_Your goal_
List every line in this data where the string "alongY" occurs.

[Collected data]
• • •
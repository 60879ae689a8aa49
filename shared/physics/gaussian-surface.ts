import type { LeastSquares } from './least-squares';

/**
 * Two Gaussian surfaces over the cells of a map as least-squares problems. Cell (x, y) counts at its centre; `load` takes
 * a map in row-major order. Cells in `leftOut` do not count.
 *
 * Parameters: amplitude, centre x, centre y, sigma x, sigma y, offset, and for the tilted one the correlation rho;
 * sigmas are the marginal ones. Offsets are kept against the mean of the data, so that a high pedestal costs no digits.
 */
abstract class Surface implements LeastSquares {
  abstract readonly parameters: number;
  readonly width: number;
  readonly height: number;
  readonly leftOut: Int32Array;
  /** Data about their mean, zero where left out. */
  protected readonly data: Float64Array;
  readonly cells: number;
  mean = 0;
  scale = 0;

  constructor(width: number, height: number, leftOut: Int32Array) {
    this.width = width;
    this.height = height;
    this.leftOut = leftOut;
    this.data = new Float64Array(width * height);
    this.cells = width * height - leftOut.length;
  }

  get freedom(): number {
    return this.cells - this.parameters;
  }

  load(map: Float64Array | Float32Array, from = 0): void {
    const { data, leftOut } = this;
    data.set(map.subarray(from, from + data.length));
    // What is left out may hold anything, no number too.
    for (const cell of leftOut) data[cell] = 0;
    const mean = sumOf(data) / this.cells;
    for (let i = 0; i < data.length; i++) data[i]! -= mean;
    for (const cell of leftOut) data[cell] = 0;
    this.mean = mean;
    this.scale = sumOfSquares(data);
  }

  allows(at: Float64Array): boolean {
    const reach = 1e3 * Math.max(this.width, this.height);
    return at[3]! > 0 && at[4]! > 0 && at[3]! < reach && at[4]! < reach;
  }

  abstract accumulate(at: Float64Array, h: Float64Array, g: Float64Array): number;
}

/**
 * m = A f(x) g(y) + c, f and g normal curves of height 1. Every column of J is a product of a function of x and one of y,
 * so J^T J follows from sums along x and along y, and J^T data from three sums along each row: 3 products a cell, against
 * 27 of the plain normal equations. S = data^2 - 2 data m + m^2 in the same terms, exact to rounding of data^2.
 * Derived here.
 */
export class UprightGaussian extends Surface {
  readonly parameters = 6;
  readonly #alongX: Curve;
  readonly #alongY: Curve;
  readonly #sumsX = new Float64Array(9);
  readonly #sumsY = new Float64Array(9);
  /** data against f g, f' g, f" g, f g', f g" (' by centre, " by sigma). */
  readonly #moments = new Float64Array(5);
  readonly #row = new Float64Array(6);

  constructor(width: number, height: number, leftOut: Int32Array = new Int32Array(0)) {
    super(width, height, leftOut);
    this.#alongX = createCurve(width);
    this.#alongY = createCurve(height);
  }

  accumulate(at: Float64Array, h: Float64Array, g: Float64Array): number {
    const height = at[0]!;
    const offset = at[5]!;
    fillCurve(this.#alongX, at[1]!, at[3]!, this.#sumsX);
    fillCurve(this.#alongY, at[2]!, at[4]!, this.#sumsY);
    this.#fillMoments();
    this.#fillNormal(height, h);
    const m = this.#moments;
    g[0] = m[0]!;
    g[1] = height * m[1]!;
    g[2] = height * m[3]!;
    g[3] = height * m[2]!;
    g[4] = height * m[4]!;
    // Data about their mean add up to nothing.
    g[5] = 0;
    let squares = this.scale - 2 * height * m[0]!;
    squares += height * (height * h[0]! + 2 * offset * h[5]!) + offset * offset * h[35]!;
    // The model is A times column A plus c times column c.
    for (let i = 0; i < 6; i++) g[i]! -= height * h[6 * i]! + offset * h[6 * i + 5]!;
    return Math.max(squares, 0);
  }

  #fillMoments(): void {
    const { width, height, data } = this;
    const [f, fCentre, fSigma] = this.#alongX;
    const [g, gCentre, gSigma] = this.#alongY;
    const m = this.#moments;
    m.fill(0);
    // Two rows at a time: the curves are loaded once for both, and six sums hide each other's latency.
    for (let y = 0; y < height; y += 2) {
      const one = y * width;
      const isPair = y + 1 < height;
      const two = isPair ? one + width : one;
      let s0 = 0;
      let s1 = 0;
      let s2 = 0;
      let t0 = 0;
      let t1 = 0;
      let t2 = 0;
      for (let x = 0; x < width; x++) {
        const d = data[one + x]!;
        const e = data[two + x]!;
        const f0 = f[x]!;
        const f1 = fCentre[x]!;
        const f2 = fSigma[x]!;
        s0 += d * f0;
        s1 += d * f1;
        s2 += d * f2;
        t0 += e * f0;
        t1 += e * f1;
        t2 += e * f2;
      }
      const gTwo = isPair ? g[y + 1]! : 0;
      m[0]! += s0 * g[y]! + t0 * gTwo;
      m[1]! += s1 * g[y]! + t1 * gTwo;
      m[2]! += s2 * g[y]! + t2 * gTwo;
      m[3]! += s0 * gCentre[y]! + (isPair ? t0 * gCentre[y + 1]! : 0);
      m[4]! += s0 * gSigma[y]! + (isPair ? t0 * gSigma[y + 1]! : 0);
    }
  }

  #fillNormal(height: number, h: Float64Array): void {
    const [x, y] = [this.#sumsX, this.#sumsY];
    const square = height * height;
    const set = (i: number, j: number, value: number): void => {
      h[6 * i + j] = value;
      h[6 * j + i] = value;
    };
    set(0, 0, x[0]! * y[0]!);
    set(0, 1, height * x[1]! * y[0]!);
    set(0, 2, height * x[0]! * y[1]!);
    set(0, 3, height * x[2]! * y[0]!);
    set(0, 4, height * x[0]! * y[2]!);
    set(0, 5, x[6]! * y[6]!);
    set(1, 1, square * x[3]! * y[0]!);
    set(1, 2, square * x[1]! * y[1]!);
    set(1, 3, square * x[4]! * y[0]!);
    set(1, 4, square * x[1]! * y[2]!);
    set(1, 5, height * x[7]! * y[6]!);
    set(2, 2, square * x[0]! * y[3]!);
    set(2, 3, square * x[2]! * y[1]!);
    set(2, 4, square * x[0]! * y[4]!);
    set(2, 5, height * x[6]! * y[7]!);
    set(3, 3, square * x[5]! * y[0]!);
    set(3, 4, square * x[2]! * y[2]!);
    set(3, 5, height * x[8]! * y[6]!);
    set(4, 4, square * x[0]! * y[5]!);
    set(4, 5, height * x[6]! * y[8]!);
    set(5, 5, this.width * this.height);
    for (const cell of this.leftOut) this.#takeOut(cell, height, h);
  }

  #takeOut(cell: number, height: number, h: Float64Array): void {
    const x = cell % this.width;
    const y = (cell - x) / this.width;
    const [f, fCentre, fSigma] = this.#alongX;
    const [g, gCentre, gSigma] = this.#alongY;
    const row = this.#row;
    row[0] = f[x]! * g[y]!;
    row[1] = height * fCentre[x]! * g[y]!;
    row[2] = height * f[x]! * gCentre[y]!;
    row[3] = height * fSigma[x]! * g[y]!;
    row[4] = height * f[x]! * gSigma[y]!;
    row[5] = 1;
    for (let i = 0; i < 6; i++) for (let j = 0; j < 6; j++) h[6 * i + j]! -= row[i]! * row[j]!;
  }
}

/**
 * m = A exp(-(u^2 - 2 rho u v + v^2) / (2 (1 - rho^2))) + c with u = (x - x0) / sigma x, v likewise: any ellipse, by its
 * marginal sigmas. Nothing separates, so every cell costs an exponential and 35 products.
 */
export class TiltedGaussian extends Surface {
  readonly parameters = 7;
  readonly #row = new Float64Array(7);
  readonly #isOut: Uint8Array;

  constructor(width: number, height: number, leftOut: Int32Array = new Int32Array(0)) {
    super(width, height, leftOut);
    this.#isOut = new Uint8Array(width * height);
    for (const cell of leftOut) this.#isOut[cell] = 1;
  }

  override allows(at: Float64Array): boolean {
    return super.allows(at) && Math.abs(at[6]!) < 0.9999;
  }

  accumulate(at: Float64Array, h: Float64Array, g: Float64Array): number {
    const [amplitude, x0, y0, sigmaX, sigmaY, offset, rho] = at as unknown as number[];
    const row = this.#row;
    const round = 1 / (1 - rho! * rho!);
    h.fill(0);
    g.fill(0);
    row[5] = 1;
    let squares = 0;
    for (let y = 0; y < this.height; y++) {
      const v = (y - y0!) / sigmaY!;
      for (let x = 0; x < this.width; x++) {
        const cell = y * this.width + x;
        if (this.#isOut[cell] === 1) continue;
        const u = (x - x0!) / sigmaX!;
        const q = (u * u - 2 * rho! * u * v + v * v) * round;
        const e = Math.exp(-0.5 * q);
        const byU = amplitude! * e * round * (u - rho! * v);
        const byV = amplitude! * e * round * (v - rho! * u);
        row[0] = e;
        row[1] = byU / sigmaX!;
        row[2] = byV / sigmaY!;
        row[3] = (byU * u) / sigmaX!;
        row[4] = (byV * v) / sigmaY!;
        row[6] = amplitude! * e * round * (u * v - rho! * q);
        const rest = this.data[cell]! - amplitude! * e - offset!;
        squares += rest * rest;
        for (let i = 0; i < 7; i++) {
          const ri = row[i]!;
          g[i]! += ri * rest;
          for (let j = 0; j <= i; j++) h[7 * i + j]! += ri * row[j]!;
        }
      }
    }
    for (let i = 0; i < 7; i++) for (let j = 0; j < i; j++) h[7 * j + i] = h[7 * i + j]!;
    return squares;
  }
}

/** Four sums at a time: each addition would wait for the one before. */
function sumOf(data: Float64Array): number {
  let [a, b, c, d] = [0, 0, 0, 0];
  const whole = data.length & ~3;
  for (let i = 0; i < whole; i += 4) {
    a += data[i]!;
    b += data[i + 1]!;
    c += data[i + 2]!;
    d += data[i + 3]!;
  }
  for (let i = whole; i < data.length; i++) a += data[i]!;
  return a + b + (c + d);
}

function sumOfSquares(data: Float64Array): number {
  let [a, b, c, d] = [0, 0, 0, 0];
  const whole = data.length & ~3;
  for (let i = 0; i < whole; i += 4) {
    a += data[i]! * data[i]!;
    b += data[i + 1]! * data[i + 1]!;
    c += data[i + 2]! * data[i + 2]!;
    d += data[i + 3]! * data[i + 3]!;
  }
  for (let i = whole; i < data.length; i++) a += data[i]! * data[i]!;
  return a + b + (c + d);
}

/** The normal curve over the cells with its derivatives by centre and by sigma. */
type Curve = [value: Float64Array, byCentre: Float64Array, bySigma: Float64Array];

function createCurve(cells: number): Curve {
  return [new Float64Array(cells), new Float64Array(cells), new Float64Array(cells)];
}

/** Also their sums: ff, ff', ff", f'f', f'f", f"f", f, f', f". */
function fillCurve(
  [value, byCentre, bySigma]: Curve,
  centre: number,
  sigma: number,
  sums: Float64Array,
): void {
  sums.fill(0);
  for (let i = 0; i < value.length; i++) {
    const u = (i - centre) / sigma;
    const f = Math.exp(-0.5 * u * u);
    const first = (f * u) / sigma;
    const second = first * u;
    value[i] = f;
    byCentre[i] = first;
    bySigma[i] = second;
    sums[0]! += f * f;
    sums[1]! += f * first;
    sums[2]! += f * second;
    sums[3]! += first * first;
    sums[4]! += first * second;
    sums[5]! += second * second;
    sums[6]! += f;
    sums[7]! += first;
    sums[8]! += second;
  }
}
• • •
_Answer space_
  readonly #alongY: Curve;
    this.#alongY = createCurve(height);
    fillCurve(this.#alongY, at[2]!, at[4]!, this.#sumsY);
    const [g, gCentre, gSigma] = this.#alongY;
    const [g, gCentre, gSigma] = this.#alongY;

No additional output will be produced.